Los ojos de María Casares

Miguel-Anxo Murado
Miguel-Anxo Murado VUELTA DE HOJA

OPINIÓN

ED

06 nov 2022 . Actualizado a las 05:00 h.

Había una pequeña polémica acerca de los ojos de María Casares; sobre si la gran actriz los había heredado de su padre, el dandi del republicanismo gallego Santiago Casares Quiroga, o si eran los de su madre, Gloria Pérez, la hija de una humilde cigarrera de la Fábrica de Tabacos de A Coruña. La oportuna aparición, hace pocos años en un trastero de Madrid, de un retrato al óleo que le había hecho Luis Mosquera a la madre zanjó la cuestión: el tamaño y la forma de los ojos eran de ella. Y aunque fuese a Michèlle Morgan a quien se le concedía en Francia el título de los ojos más hermosos del cine, yo solo acepto el empate. Sobre todo, estos días en que, en mi homenaje personal al centenario de la Casares que se conmemora este mes, vuelvo a ver sus películas: La cartuja de Parma, Les dames du Bois de Boulogne, Orfeo… Me gusta especialmente en la grandiosa Los niños del paraíso, porque todavía se le notaba en su francés el eco del acento gallego (para ser más exactos, coruñés, casi una especie de koruño elegante). Nunca lo perdió del todo; quizás por la misma razón por la que guardaba en su casa de París un frasco con tierra de Montrove y otro con arena de Bastiagueiro.

Residente privilegiada, tituló sus memorias. Es lo que era, lo que le había puesto la Prefectura de París en su carte de séjour cuando, hija del que había sido presidente del Gobierno republicano, llegó exiliada directamente del Madrid del 36. María Lopo ha publicado recientemente una cuidada edición del libro, y ahí se puede seguir lo que cuenta la Casares de su infancia en A Coruña y en Madrid, del hospital de sangre en el que sirvió como enfermera durante unos meses en la guerra, y sobre todo de su larga carrera como gran dama del teatro francés. Si bien, como ocurre con tantas memorias de actrices y actores, no siempre es fácil distinguir si lo que recuerda es su propia vida o las de los personajes que interpretó en la escena. A mí me parece que se le van colando frases de la Fedra de Racine, de la Medea de Séneca o de la Hécuba de Eurípides, que tenía tan interiorizadas… A la Casares le pasaba con la tragedia lo mismo que con el acento gallego, que le salía de manera natural. Era inevitable que la convirtiese en musa del existencialismo Albert Camus, con el que mantuvo una relación intensa y complicada (después de todo, se habían conocido poniendo en escena El malentendido). Es más, yo propongo la hipótesis de que el existencialismo era simplemente la tristeza solitaria de los ojos de María Casares puesta en filosofía por Camus.

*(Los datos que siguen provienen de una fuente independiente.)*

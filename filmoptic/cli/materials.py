"""``filmoptic materials``: list the optical-constant library, or show one material."""

from __future__ import annotations

import click

from filmoptic.cli._common import WavelengthsType, emit_json, json_option, print_table, user_errors

__all__ = ["materials"]

# n and k are shown at these wavelengths (those inside each dataset's range) unless --wl says.
SHOW_WAVELENGTHS_NM = (300.0, 400.0, 500.0, 600.0, 700.0, 800.0, 900.0, 1000.0)
# A plot spans the data within this window unless --range says otherwise.
PLOT_WINDOW_NM = (250.0, 2500.0)
PLOT_POINTS = 800


@click.command("materials")
@click.argument("name", required=False, metavar="[NAME]")
@click.option("--kind", type=click.Choice(["metal", "dielectric", "semiconductor", "substrate", "ambient"]),
              help="List only materials of this kind.")
@click.option("--for", "use", type=click.Choice(["visible", "colour", "color"], case_sensitive=False),
              help="List only datasets fit for this use: 'visible' (or 'colour') keeps those that cover "
                   "380–780 nm, the range every colour and luminous value is computed over.")
@click.option("--wl", type=WavelengthsType(), default=None, metavar="WL",
              help="Wavelengths (nm) at which to show n and k: START:STOP:STEP or a comma list. "
                   "Default: 300 to 1000 nm in steps of 100 nm, where the data reach.")
@click.option("--plot", "plot_path", type=click.Path(dir_okay=False), metavar="FILE",
              help="Draw n and k against wavelength into FILE (.png, .svg or .pdf); needs NAME.")
@click.option("--range", "plot_range", metavar="START:STOP",
              help="Wavelength range of the plot in nm (default: the data's range within 250–2500 nm).")
@json_option
def materials(name, kind, use, wl, plot_path, plot_range, as_json):
    """List the optical-constant library, or show one material.

    Without NAME, every material is listed with its datasets: the default dataset (the one a
    stack uses when it names the material alone) is marked with *, followed by the others,
    which a stack selects as NAME:DATASET, for example Au:Yakubovsky-2017-25nm. Each line gives
    the kind of material, the wavelength range the data cover, whether they can serve colour
    work (colours need data over 380–780 nm; 'no' marks a dataset that stops short) and the
    publication the data come from. --for visible lists only the datasets that can. Materials
    that were looked for and not found as citable visible-range data (copper oxides, Cr2O3,
    ZrN) are named at the end, with what that means for the colours that need them, followed by
    the common names a stack accepts for library names (copper for Cu, float glass for glass,
    quartz for fused silica …).

    With NAME, every dataset of that material is shown with its full citation, the kind of
    sample that was measured, the wavelength range, the licence and n and k at a few
    wavelengths. NAME may also be NAME:DATASET, or any material as written in a stack
    (n=1.46, cauchy(1.45,0.004,0), mix(Ti,TiO2,0.3), file:PATH).

    \b
    Examples:
      filmoptic materials
      filmoptic materials --kind metal
      filmoptic materials --for visible --kind dielectric
      filmoptic materials TiO2
      filmoptic materials Au --plot gold.png
      filmoptic materials Ti:Werner-2009 --wl 400:800:50 --json

    Your own tables go in a folder named by the environment variable FILMOPTIC_NKDATA: one file
    per dataset, rows of wavelength_nm n k, under '#' header lines that name the material and
    the dataset (the shipped files in the package's nkdata folder show the full format). They add to the
    library and replace a shipped dataset of the same name, which the listing then points out.
    """
    with user_errors():
        if name is None:
            if plot_path:
                raise click.UsageError("--plot needs a NAME: filmoptic materials NAME --plot FILE")
            _list(kind, use, as_json)
        else:
            if use:
                raise click.UsageError("--for filters the listing: leave out NAME, or leave out --for")
            _show(name, wl, plot_path, plot_range, as_json)


def _list(kind, use, as_json):
    from filmoptic.materials import list_materials
    from filmoptic.materials.base import format_range_nm
    from filmoptic.materials.gaps import GAPS, serves_colour
    from filmoptic.materials.library import ENV_VAR, library_folders

    infos = [i for i in list_materials() if kind is None or i.kind == kind]
    if use:
        infos = [i for i in infos if serves_colour(i.wavelength_range_nm)]
    if as_json:
        emit_json([_info_json(i) for i in infos])
        return
    rows = [
        [i.name, ("* " if i.default else "  ") + i.dataset, i.kind, i.form or "–",
         format_range_nm(i.wavelength_range_nm), "yes" if serves_colour(i.wavelength_range_nm) else "no",
         i.short_reference]
        for i in infos
    ]
    print_table(["name", "dataset", "kind", "measured on", "range", "colour", "reference"], rows)
    click.echo("\n* default dataset; select another as NAME:DATASET. `filmoptic materials NAME` shows "
               "full citations and n, k.")
    click.echo("measured on: a thin film (with its thickness: closest to films of that thickness), a "
               "thick film, bulk material, or a model fitted to several sources.")
    click.echo("colour: 'no' = the data stop short of 380–780 nm, so no colour can be computed with them.")
    if kind is None:
        click.echo("Not in the library as visible-range data (looked for, none citable found):")
        for key, note in GAPS.items():
            click.echo(f"  {_GAP_NAMES.get(key, key)}: {note}")
        _common_names_table()
    folders = library_folders()
    if len(folders) > 1:
        click.echo(f"Your tables from {ENV_VAR}={folders[1][0]} are included.")
    for info in infos:
        if info.overrides:
            click.echo(f"Note: {info.label} from {info.path} replaces the shipped dataset of that name.")


def _common_names_table() -> None:
    """The common names a stack accepts for library names, grouped by library name, wrapped."""
    import textwrap

    from filmoptic.materials.common_names import COMMON_NAMES

    grouped, notes = {}, []
    for common, (notation, note) in COMMON_NAMES.items():
        grouped.setdefault(notation, []).append(common)
        if note:
            notes.append(f"{common}: {note}")
    pairs = ", ".join(f"{'/'.join(names)} = {notation}" for notation, names in grouped.items())
    click.echo("")
    click.echo("Common names, accepted in stacks and here (e.g. 'copper 12nm / float glass 4mm'):")
    click.echo(textwrap.fill(pairs, width=100, initial_indent="  ", subsequent_indent="  ",
                             break_on_hyphens=False))
    for line in notes:
        click.echo(f"  {line}")


# How the gap table's keys are written for people.
_GAP_NAMES = {"cu2o": "Cu2O", "cuo": "CuO", "cr2o3": "Cr2O3", "zrn": "ZrN"}


def _colour_fitness(info) -> str:
    from filmoptic.materials.gaps import gap_note, serves_colour

    note = gap_note(info.name)
    if serves_colour(info.wavelength_range_nm):
        return "yes (covers 380–780 nm)"
    return "no: the data stop short of 380–780 nm" + (f"; {note}" if note else "")


def _info_json(info, nk=None):
    from filmoptic.materials.gaps import gap_note, serves_colour

    out = {
        "name": info.name,
        "dataset": info.dataset,
        "default": info.default,
        "kind": info.kind,
        "reference": info.reference,
        "citation": info.citation,
        "sample": info.sample,
        "form": info.form,
        "wavelength_nm": list(info.wavelength_range_nm),
        "serves_colour": serves_colour(info.wavelength_range_nm),
        "licence": info.licence,
        "aliases": list(info.aliases),
        "source": info.source,
        "overrides": info.overrides,
        "path": info.path,
    }
    note = gap_note(info.name)
    if note:
        out["note"] = note
    if nk is not None:
        out["nk"] = nk
    return out


def _selected(name):
    """[(MaterialInfo or None, Material)] for a library name, NAME:DATASET or any material text."""
    from filmoptic.materials import find_dataset, get_material, list_materials, parse_material
    from filmoptic.materials.expression import _NAME_RE

    from filmoptic.materials.common_names import common_name

    text = name.strip()
    # "file:PATH" also matches NAME:DATASET's pattern; it is a user's table, not a library name.
    if (_NAME_RE.match(text) or common_name(text.partition(":")[0])) and text[:5].lower() != "file:":
        base, _, dataset = text.partition(":")
        if dataset.strip():
            info = find_dataset(base, dataset)
            return [(info, get_material(info.name, info.dataset))]
        info = find_dataset(base)  # raises UnknownMaterialError with suggestions
        infos = [i for i in list_materials() if i.name == info.name]
        return [(i, get_material(i.name, i.dataset)) for i in infos]
    return [(None, parse_material(text))]


def _values_at(material, wavelengths):
    import numpy as np

    lo, hi = material.wavelength_range_nm
    wl = np.asarray(wavelengths, dtype=float)
    inside = (wl >= lo - 1e-9 * hi) & (wl <= hi * (1 + 1e-9))
    if wavelengths is SHOW_WAVELENGTHS_NM:
        wl = wl[inside]
        if wl.size == 0:  # data far from the visible: five points across the data instead
            wl = np.geomspace(lo, hi, 5)
        inside = np.ones(wl.shape, bool)
    N = np.full(wl.shape, np.nan + 1j * np.nan)
    if inside.any():
        N[inside] = material.nk(wl[inside])
    return [
        {"wavelength_nm": float(w), "n": None if np.isnan(v.real) else float(v.real),
         "k": None if np.isnan(v.imag) else float(v.imag)}
        for w, v in zip(wl, N)
    ]


def _show(name, wl, plot_path, plot_range, as_json):
    from filmoptic.cli._common import check_plot_path, save_plot
    from filmoptic.materials.base import format_range_nm

    if plot_path:
        check_plot_path(plot_path)
    selected = _selected(name)
    wavelengths = SHOW_WAVELENGTHS_NM if wl is None else wl
    tables = [[] if m.free_parameters() else _values_at(m, wavelengths) for _, m in selected]

    if plot_path:
        from filmoptic.plots.nk import plot_nk

        curves = _plot_curves(selected, plot_range)
        title = selected[0][1].name if len(selected) > 1 else selected[0][1].label
        save_plot(plot_nk(curves, title=title), plot_path)

    if as_json:
        out = []
        for (info, material), nk in zip(selected, tables):
            if info is not None:
                out.append(_info_json(info, nk))
            else:
                out.append({
                    "name": material.name, "dataset": material.dataset, "default": True,
                    "kind": material.kind, "reference": material.reference, "citation": "",
                    "sample": "", "wavelength_nm": list(material.wavelength_range_nm), "licence": "",
                    "aliases": [], "source": "expression", "overrides": False, "path": "",
                    "free_parameters": [n for n, _ in material.free_parameters()], "nk": nk,
                })
        emit_json(out)
        return

    for number, ((info, material), nk) in enumerate(zip(selected, tables)):
        if number:
            click.echo("")
        if info is not None:
            click.echo(f"{info.label}{'  (default)' if info.default else ''}")
            fields = [
                ("kind", info.kind),
                ("sample", info.sample or "–"),
                ("measured on", info.form or "–"),
                ("range", format_range_nm(info.wavelength_range_nm)),
                ("colour work", _colour_fitness(info)),
                ("reference", info.reference or "–"),
                ("licence", info.licence or "–"),
            ]
            if info.aliases:
                fields.append(("also called", ", ".join(info.aliases)))
            fields.append(("file", info.path + ("  (yours; replaces the shipped one)" if info.overrides else "")))
        else:
            click.echo(material.name)
            fields = [
                ("kind", material.kind),
                ("range", format_range_nm(material.wavelength_range_nm)),
                ("reference", material.reference or "–"),
            ]
        width = max(len(k) for k, _ in fields)
        for key, value in fields:
            click.echo(f"  {key.ljust(width)}  {value}")
        free = material.free_parameters()
        if free:
            click.echo(f"  free values: {', '.join(f'{n} = {f}' for n, f in free)} (n and k need numbers)")
            continue
        rows = [[f"{r['wavelength_nm']:g}",
                 "–" if r["n"] is None else f"{r['n']:.4f}",
                 "–" if r["k"] is None else f"{r['k']:.4f}"] for r in nk]
        click.echo("")
        print_table(["wavelength_nm", "n", "k"], rows)
        if any(r["n"] is None for r in nk):
            click.echo("– : outside the data's range")
    if plot_path:
        click.echo(f"\nPlot written to {plot_path}")


def _plot_curves(selected, plot_range):
    import math

    import numpy as np

    from filmoptic.errors import FilmopticError
    from filmoptic.units import parse_range_nm

    for _, material in selected:
        if material.free_parameters():
            raise FilmopticError(f"{material.name} has free values; give them numbers to plot it")
    ranges = [m.wavelength_range_nm for _, m in selected]
    if plot_range:
        lo, hi = parse_range_nm(plot_range, "--range")[:2]
        if lo <= 0:
            raise FilmopticError("--range: wavelengths must be positive")
    else:
        lo = max(min(r[0] for r in ranges), PLOT_WINDOW_NM[0])
        hi = min(max(r[1] for r in ranges), PLOT_WINDOW_NM[1])
        if all(r[0] <= 0 and math.isinf(r[1]) for r in ranges):
            lo, hi = 300.0, 1000.0
        elif lo >= hi:  # data entirely outside the usual window
            lo, hi = min(r[0] for r in ranges), max(r[1] for r in ranges)
    curves = []
    for info, material in selected:
        a, b = max(lo, material.wavelength_range_nm[0]), min(hi, material.wavelength_range_nm[1])
        if a >= b:
            continue
        wl = np.linspace(a, b, PLOT_POINTS)
        label = info.dataset + (" (default)" if info.default else "") if info is not None else material.name
        curves.append((label, wl, material.nk(wl)))
    if not curves:
        raise FilmopticError(
            f"--range {lo:g}:{hi:g} nm lies outside the data of {selected[0][1].name}"
        )
    return curves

El caso es que cuando el escritor Luís Pousa fue a levantar acta literaria de qué quedaba de los recuerdos de infancia de la Casares en la coruñesa calle de Panaderas, se encontró con que ya no estaba el jardín cerrado de hiedra y madreselva del que ella había hablado tanto. Todo lo que se conserva ahora es un retal de césped donde han plantado una estatua del infortunado Santiago Casares Quiroga. Pero yo hasta me he llegado a preguntar si habría realmente madreselva y hiedra, o si lo que recordaba la Casares no serían más bien los versos de Sueño de una noche de verano, donde Titania, que ella interpretó sobre las tablas, dice aquello de «así se entrelazan gentilmente los tallos de la madreselva, así la hiedra de la debilidad femenina ensortija los dedos de corteza del olmo». En todo caso, que más da si aquella hiedra y aquella madreselva eran las de la infancia o las de la escena. Al fin y al cabo, toda infancia, si es feliz, es como un sueño de una noche de verano.